Additionally, it is sometimes useful to flag features that

Spread of the QCs

The actual quality metrics measure two things: internal spread of the QCs, and spread of the QCs compared to the spread of the biological samples.

Internal spread is measured with relative standard deviation (RSD), also known as coefficient of variation (CV).

$$ RSD = \frac{s_{QC}}{\bar{x}_{QC}} $$

Where $s_{QC}$ is the standard deviation of the QC samples and $\bar{x}_{QC}$ is the sample mean of the signal in the QC samples. RSD can also be replaced by a non-parametric, robust version based on the median and median absolute deviation (MAD):

$$RSD^* = \frac{1.4826 \cdot MAD_{QC}}{\text{median}(x_{QC}}$$

We are using the robust version as it is less affected by a single outlying QC and since the original RSD works best if the data is normally distributed, which is often not the case with our data.
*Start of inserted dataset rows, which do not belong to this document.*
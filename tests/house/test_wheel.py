"""The built wheel alone, in another folder, screens an example; so does the base without its extras."""

from __future__ import annotations

import os
import subprocess
import sys
import zipfile
from pathlib import Path

import pytest

ROOT = Path(__file__).resolve().parents[2]
EXTRAS = ("matplotlib", "pvlib", "typst", "docx", "jinja2", "CoolProp", "teqp", "feos", "dask", "hypothesis")


@pytest.fixture(scope="module")
def unpacked(tmp_path_factory):
    """The files of a freshly built wheel, away from the checkout."""
    folder = tmp_path_factory.mktemp("wheel")
    build = [sys.executable, "-m", "build", "--wheel", "--no-isolation", "--outdir", str(folder), str(ROOT)]
    done = subprocess.run(build, capture_output=True, text=True)
    assert done.returncode == 0, done.stdout + done.stderr
    (wheel,) = folder.glob("*.whl")
    zipfile.ZipFile(wheel).extractall(folder / "site")
    return folder / "site"


def _run(code: str, site: Path, cwd: Path):
    environment = {**os.environ, "PYTHONPATH": str(site)}
    return subprocess.run(
        [sys.executable, "-c", code], capture_output=True, text=True, cwd=cwd, env=environment
    )


def test_the_wheel_carries_data_and_examples_and_nothing_else(unpacked):
    assert (unpacked / "screener" / "_data" / "criteria" / "criteria.toml").is_file()
    assert list((unpacked / "screener" / "_data" / "examples").glob("*.toml"))
    assert {p.name for p in unpacked.iterdir() if not p.name.endswith(".dist-info")} == {"screener"}


def test_the_wheel_screens_an_example_without_any_extra(unpacked, tmp_path):
    code = (
        "import sys\n"
        f"for name in {EXTRAS!r}: sys.modules[name] = None\n"
        "from screener.ground.files import data_folder\n"
        "import screener\n"
        "assert 'site' in screener.__file__, screener.__file__\n"
        "from screener.cli import main\n"
        "case = str(data_folder() / 'examples' / 'summer_e10_floating_roof.toml')\n"
        "code = main(['check', case])\n"
        "main(['memo', case, '-o', 'memo.md'])\n"
        "print('@@', code)\n"
    )
    done = _run(code, unpacked, tmp_path)
    assert done.returncode == 0, done.stderr
    assert "Boiling at the surface" in done.stdout
    assert "@@ 4" in done.stdout, done.stdout[-300:]
    assert "Not covered" in (tmp_path / "memo.md").read_text(encoding="utf-8")
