"""Measured values in the table of lanes: the factor of every liquid, mixtures, flash points, density, sulfide."""

from __future__ import annotations

from dataclasses import replace

import numpy as np
import pytest

from screener.blends import Blend
from screener.blends.measured import MeasuredPressure, measured_sheet, pressure_factor, told
from screener.fire import flash_point
from screener.ground.constants import GRAVITY
from screener.states.breathing import tank_volume
from screener.states.fire import STEPS, space_lanes
from screener.states.flash import FLASH_SPREAD, flash_lanes
from screener.states.inputs import gather
from screener.states.ladder import vapour_ladder
from screener.states.lanes import HEEL, HIGH, LOW, NORMAL, RECEIPT, evaluate
from screener.states.measured import mixed, own
from screener.states.previous import previous_contents
from screener.states.quantities import bubble_curve, flows, table
from screener.states.weather import weather
from screener.volatility import ratio_temperature
from tests.screening.sample import HEAVY, LIGHT, ZERO, blend, case, line, site, tank
from tests.screening.sheets import pressure, with_figure, with_pressure

F = 1.08
BARE = tank(contents=None)
PLAIN, SCALED = blend(LIGHT), with_pressure(blend(LIGHT), F)
# Rounding: the same state, times the same number.
EXACT = 1e-12
SOLVED = 1e-6  # the solver's own tolerance, where another pressure is asked of the same state


@pytest.fixture(scope="module")
def both():
    """The same liquid without a sheet and with one, alone in the tank, as two cases of one table."""
    return table([case(blend=b, tank=BARE) for b in (PLAIN, SCALED)])


# Every pressure of the table


def test_every_bubble_pressure_carries_the_factor(both):
    assert both.measured.factor[:, RECEIPT].tolist() == [1.0, F]
    for name, values in (("hot", both.P_hot), ("legal", both.P_legal[:, :, :2]), ("came", both.arrival.P[:, None])):
        plain, scaled = values[0, RECEIPT], values[1, RECEIPT]
        assert scaled[1] == pytest.approx(F * plain[1], rel=EXACT), name
        # The reproducibility of 10 % stands in place of the spread of 5 %.
        assert scaled[0] == pytest.approx(F * plain[0] * 0.90 / 0.95, rel=EXACT), name
    curves = [bubble_curve(both, i, [ZERO, ZERO + 20.0, ZERO + 40.0])["P"]["receipt"] for i in (0, 1)]
    assert np.array(curves[1]) == pytest.approx(F * np.array(curves[0]), rel=EXACT)


def test_suction_and_breathing_follow(both):
    stream = flows(both)
    s, b, P = stream.suction, stream.breathing, both.P_hot[0, RECEIPT, 1]
    assert s.room[1, RECEIPT, 1] == pytest.approx(s.room[0, RECEIPT, 1] - (F - 1.0) * P, rel=1e-9)
    lost = (F - 1.0) * P / (s.density[0, RECEIPT] * GRAVITY)
    assert s.npsh[0, RECEIPT, 1] - s.npsh[1, RECEIPT, 1] == pytest.approx(lost, rel=1e-9)
    # At the temperature it may still reach, the scaled pressure is the lowest in the line.
    T = both.T_hot[0, RECEIPT, 1] + s.room_K[1, RECEIPT]
    at = bubble_curve(both, 1, [T])["P"]["receipt"][0]
    assert at == pytest.approx(s.lowest[1, RECEIPT], rel=SOLVED)
    assert s.room_K[1, RECEIPT] < s.room_K[0, RECEIPT]
    B = both.weather.barometer[0]
    assert b.growth[1, RECEIPT] == pytest.approx(B / (B - F * P), rel=1e-12)


def test_a_receipt_flashes_as_the_plain_one_at_a_lower_barometer():
    """A liquid with f times the pressure under B is the plain one under B/f, whatever the flash."""
    light = blend({"n-butane": 0.5, "isopentane": 0.2, "toluene": 0.3})
    warm = replace(line().receipt, temperature=ZERO + 25.0, dissolved_gas="air-saturated", saturated_at=ZERO + 15.0)

    def one(b, barometer):
        return case(blend=b, tank=BARE, site=site(lowest_barometer=barometer), line=line(receipt=warm))

    # The reproducibility stays below the spread, so that the ends are those of the plain liquid.
    lanes = table([one(with_pressure(light, F, R=0.01), 97800.0), one(light, 97800.0 / F), one(light, 97800.0)])
    scaled, plain = ([a[i] for a in (lanes.arrival.beta, lanes.arrival.isothermal, lanes.arrival.T_after,
                                     lanes.arrival.y, lanes.beta_gas)] for i in (0, 1))  # fmt: skip
    for one_value, other in zip(scaled, plain):
        assert one_value == pytest.approx(other, rel=SOLVED)
    assert lanes.arrival.beta[0, 1] > 1.02 * lanes.arrival.beta[2, 1]
    assert lanes.beta_gas[0] > 1.02 * lanes.beta_gas[2]


def test_air_comes_out_of_no_liquid_that_stays_as_cold_as_it_was_saturated():
    kept = replace(line().receipt, temperature=ZERO + 15.0, dissolved_gas="air-saturated", saturated_at=ZERO + 15.0)
    lanes = table([case(blend=with_pressure(PLAIN, f), line=line(receipt=kept)) for f in (0.9, 1.0, 1.1)])
    assert lanes.beta_gas == pytest.approx([0.0, 0.0, 0.0], abs=1e-6)  # of the air that dissolves, about 1e-3


def test_the_vapour_space_carries_the_factor(both):
    s = space_lanes(both, tank_volume(both.inputs))
    assert s.T_all[0, RECEIPT] == pytest.approx(s.T_all[1, RECEIPT], rel=1e-2)  # but for one step inserted between
    same = s.T_all[0, RECEIPT] == s.T_all[1, RECEIPT]
    assert same.sum() > STEPS - 3
    y = s.y[:, RECEIPT][:, same].sum(axis=-1)
    # 1e-3: the liquid's compressibility between P/f and P.
    assert y[1] == pytest.approx(F * y[0], rel=1e-3)
    rows = [vapour_ladder(both, i, RECEIPT) for i in (0, 1)]
    for plain, scaled in zip(*rows, strict=True):
        assert scaled["share_cold"] == pytest.approx(F * plain["share_cold"], rel=1e-3)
The spread of the QC samples compared to the biological samples is measured using a metric called D-ratio:

$$D-ratio = \frac{s_{QC}}{s_{biological}}$$

Or, as before, a non-parametric, robust alternative:

$$D-ratio* = \frac{MAD_{QC}}{MAD_{biological}}$$

We are using the robust alternative of D-ratio as well, for the same reasons as above.

Limits used in filtering

The recommended limits for RSD and D-ratio are 0.2 and 0.4, respectively. So the signals need to score lower than the limits in both metrics to survive filtering. Since we are using the robust alternatives, we have added an additional condition: Signals with classic RSD, RSD* and basic D-ratio all below 0.1 are kept. This additional condition prevents the removal of signals with very low values in all but a few samples. These signals tend to have a very high value of D-ratio*, since the median absolute deviation of the biological samples is not affected by the large concentration in a handful of samples, causing the D-ratio* to overestimate the significance of random errors in measurements of QC samples. Thus, other quality metrics are applied, with a conservative limit of 0.1 to ensure that only good quality signals are kept this way.

Use in overall quality assessment

The distribution of the quality metrics across signals can be used as a good quality metric of a study. In the future, some key statistics, for example the mean, median and maybe some other quantiles could be reported for each statistic. This would yield us a nice way of quantifying the quality of the data from any given experiment.